L’esame di stato prevede una commissione alla quale partecipano:

  • i tutor degli esami di tirocinio
  • due membri dell’associazione nazionale fisioterapisti (presto sostituiti da membri del nuovo ordine professionale)
  • il presidente del corso di laurea
  • un membro del ministero della salute
  • professori del corso di laurea convocati per l’occasione

Lo studente, che discuterà due casi clinici, dovrà dimostrare di avere autonomia ed esperienza per gestire il caso al meglio, pena non superare l’esame e doversi ripresentare la sessione successiva 6 mesi dopo.

La stessa commissione così composta, esaminerà in una giornata successiva l’elaborato scritto (tesi), preparato autonomamente dallo studente con la supervisione del relatore ed eventualmente del correlatore. La tesi viene scritta durante il terzo anno accademico, e per la stessa, viene chiesta una rigorosa modalità scientifica.

E dopo la laurea?

Il fisioterapista, ormai terminato il Corso di Laurea, entra nel mondo della formazione post laurea, giungla dove districarsi tra corsi universitari e non.
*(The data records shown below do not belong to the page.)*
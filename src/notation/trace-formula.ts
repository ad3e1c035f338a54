/**
 * The Ricci tensor and the trace of torsion as a user defines them, by a formula such as `R^c_{abc}` or `T_{ab}{}^b` with
 * the indices in the user's order: which of the values of `ricci` and `torsion-trace` is meant.
 */
import { type Conventions, internalSlots } from './conventions.js';
import type { Passage } from './passage.js';
import { freeSlots, parseTensorExpression } from './tensor-expression.js';

/** Sign of the contraction of two slots of curvature (frame indices 0 and 1, form indices 2 and 3). */
const CURVATURE_SIGNS: Readonly<Record<string, number>> = { '0,2': 1, '0,3': -1, '1,2': -1, '1,3': 1 };
const TORSION_SIGNS: Readonly<Record<string, number>> = { '0,2': 1, '0,1': -1 };

interface Contraction {
  readonly sign: number;
  /** Names of the free indices in internal order. */
  readonly free: readonly string[];
}

/** The formula as ± a contraction of one tensor; undefined when it is none. @throws InputError when it cannot be read. */
function contraction(
  passage: Passage,
  head: 'R' | 'T',
  count: number,
  signs: Readonly<Record<string, number>>,
  conventions: Conventions,
): Contraction | undefined {
  const terms = parseTensorExpression(passage, { allowFree: true });
  const [term] = terms;
  const [factor] = term?.factors ?? [];
  if (term === undefined || factor === undefined || terms.length > 1 || term.factors.length > 1) return undefined;
  const { num, den } = term.scalar.coefficient;
  const isUnit = den === 1n && (num === 1n || num === -1n);
  if (factor.head !== head || factor.part !== undefined || factor.slots.length !== count || !isUnit) return undefined;
  const names = internalSlots(`${head}${count}`, factor.slots, conventions).map((slot) => slot.name);
  const free = freeSlots(term).map((slot) => slot.name);
  const pair = names.flatMap((name, n) => (free.includes(name) ? [] : [n]));
  const sign = signs[pair.join()];
  if (sign === undefined) return undefined;
  return { sign: sign * Number(num), free: names.filter((name) => free.includes(name)) };
}

/** The value of `ricci`; its first index is the one that comes first in the alphabet. */
export function ricciOf(passage: Passage, conventions: Conventions): Conventions['ricci'] | undefined {
  const found = contraction(passage, 'R', 4, CURVATURE_SIGNS, conventions);
  if (found === undefined) return undefined;
  const [frame, form] = found.free as [string, string];
  if (frame < form) return found.sign > 0 ? 'R^c_{acb}' : 'R^c_{abc}';
  return found.sign > 0 ? 'R^c_{bca}' : 'R^c_{bac}';
}

/** The value of `torsion-trace`. */
export function torsionTraceOf(passage: Passage, conventions: Conventions): Conventions['torsion-trace'] | undefined {
  const found = contraction(passage, 'T', 3, TORSION_SIGNS, conventions);
  if (found === undefined) return undefined;
  return found.sign > 0 ? 'T^b_{ab}' : 'T^b_{ba}';
}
Il percorso di laurea, tra tirocini ed esami aiuterà il neo professionista a scegliere i corsi più adatti alla branca ove si vuole specializzare, per offrirsi con maggior qualità in una particolare realtà lavorativa, o per soddisfare le esigenze di un nuovo posto di lavoro.

Dal primo giorno post laurea il fisioterapista è completamente responsabile del suo operato clinico, qualsiasi sia la condizione contrattuale nella quale lavora, sia la condizione clinica della persona, che il numero di figure sanitarie che segue la persona stessa.

A seconda del contesto lavorativo il fisioterapista lavorerà autonomamente sulla persona o in stretta collaborazione con altre figure sanitarie, medico compreso ovviamente.

Da luglio 2018 è nato di fatto l’obbligo d’iscrizione all’albo professionale dei fisioterapisti, nato per decreto grazie al ddl Lorenzin. Albo che una volta completo ed operativo garantirà all’utente di poter verificare in ogni momento la qualifica del professionista sanitario a cui si sta rivolgendo, fisioterapista compreso.

Il fisioterapista che invece vorrà dedicarsi alla carriera di coordinatore, insegnante o ricercatore, può frequentare la laurea specialistica per le professioni della riabilitazione, percorso comune che prepara gli studenti delle varie professioni sanitarie della riabilitazione in questi argomenti trasversali. Il percorso si potrà poi concludere facoltativamente con un dottorato di ricerca o ancora, con un corso specifico.

Il futuro

La fisioterapista è una scienza piuttosto giovane e in continua evoluzione. Da fisioterapista e appassionato di medicina in generale, seguo con interesse gli sviluppi della professione e le nostre condizioni di lavoro all’estero, sperando che un giorno i modelli migliori (per i pazienti e non per chi esercita) vengano adottati anche qui in Italia.

Dry Needling, Ecografia, Infiltrazioni, Triage in Pronto Soccorso con prescrizione di esami diagnostici, Ambulatori Autonomi convenzionati direttamente con il Servizio Sanitario sono solo alcune delle possibilità che sono all’orizzonte e che spero diventino presto nostro bagaglio professionale, ad maiora!